### Task description
In the lines below, count those containing the word "IsNaN" and give the number alone.
[Records provided Boundary: Start]
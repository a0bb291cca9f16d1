package sfh

import "math"

// clip intersects [lo, hi] with [0, MaxAgeGyr]; ok is false when the
// intersection is empty or an end is NaN.
func (h *History) clip(lo, hi float64) (a, b float64, ok bool) {
	a, b = math.Max(lo, 0), math.Min(hi, h.maxAge)
	return a, b, a < b
}

// CumulativeMass returns the fraction of all stars formed at lookback ages
// below ageGyr: 0 at or below age 0, 1 at or above MaxAgeGyr.
func (h *History) CumulativeMass(ageGyr float64) float64 {
	if math.IsNaN(ageGyr) {
		return math.NaN()
	}
	return h.MassInRange(0, ageGyr)
}

// MassInRange returns the fraction of all stars formed at lookback ages in
// [lo, hi]. The range is intersected with [0, MaxAgeGyr]; an empty or
// inverted range holds no mass. Without dips each component's share is a
// closed form evaluated directly on the range (not as a difference of
// cumulatives), so narrow bins in a burst's far tail keep their relative
// precision.
func (h *History) MassInRange(lo, hi float64) float64 {
	if math.IsNaN(lo) || math.IsNaN(hi) {
		return math.NaN()
	}
	a, b, ok := h.clip(lo, hi)
	if !ok {
		return 0
	}
	if h.quad != nil {
		m0, _ := h.quad.between(a, b)
		return m0 / h.norm
	}
	return h.undippedMass(a, b)
}

func (h *History) undippedMass(a, b float64) float64 {
	var m float64
	for i := range h.comps {
		c := &h.comps[i]
		if c.share > 0 {
			m += c.share * c.shape.mass(a, b)
		}
	}
	return m
}

// BinWeights returns the mass fraction formed in each age bin
// [edgesGyr[i], edgesGyr[i+1]]; with n edges it returns n−1 weights, which sum
// to the fraction inside the outer edges (1 when they span [0, MaxAgeGyr]).
// A bin whose upper edge does not exceed its lower edge gets weight 0.
func (h *History) BinWeights(edgesGyr []float64) []float64 {
	if len(edgesGyr) < 2 {
		return nil
	}
	return h.BinWeightsTo(make([]float64, len(edgesGyr)-1), edgesGyr)
}

// BinWeightsTo is BinWeights writing into dst, resliced to len(edgesGyr)−1
// (and reallocated only when its capacity is too small), so that fits that
// re-weight templates at every step allocate nothing. It returns the result.
func (h *History) BinWeightsTo(dst, edgesGyr []float64) []float64 {
	if len(edgesGyr) < 2 {
		return dst[:0]
	}
	if n := len(edgesGyr) - 1; cap(dst) < n {
		dst = make([]float64, n)
	} else {
		dst = dst[:n]
	}
	if h.quad == nil {
		for i := range dst {
			dst[i] = h.MassInRange(edgesGyr[i], edgesGyr[i+1])
		}
		return dst
	}
	// With dips, walk the edges once so that each edge's cumulative is
	// computed a single time.
	prev := h.dippedCum(edgesGyr[0])
	for i := range dst {
		next := h.dippedCum(edgesGyr[i+1])
		if edgesGyr[i+1] > edgesGyr[i] {
			dst[i] = math.Max(next-prev, 0) / h.norm
		} else {
			dst[i] = 0
		}
		prev = next
	}
	return dst
}

// dippedCum is the unnormalised dipped mass below age, clipped to the range.
func (h *History) dippedCum(age float64) float64 {
	m0, _ := h.quad.upTo(clamp(age, 0, h.maxAge))
	return m0
}

// MeanAgeInRange returns the mass-weighted mean lookback age of the stars
// formed in [lo, hi] (intersected with [0, MaxAgeGyr]), or NaN when that range
// holds no mass.
func (h *History) MeanAgeInRange(lo, hi float64) float64 {
	a, b, ok := h.clip(lo, hi)
	if !ok {
		return math.NaN()
	}
	if h.quad != nil {
		m0, m1 := h.quad.between(a, b)
		if !(m0 > 0) {
			return math.NaN()
		}
		return clamp(m1/m0, a, b)
	}
	var m0, m1 float64
	for i := range h.comps {
		c := &h.comps[i]
		if c.share <= 0 {
			continue
		}
		m := c.share * c.shape.mass(a, b)
		if m > 0 {
			m0 += m
			m1 += m * c.shape.mean(a, b)
		}
	}
	if !(m0 > 0) {
		return math.NaN()
	}
	return clamp(m1/m0, a, b)
}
[Records provided Boundary: End]
### Solution to the problem
2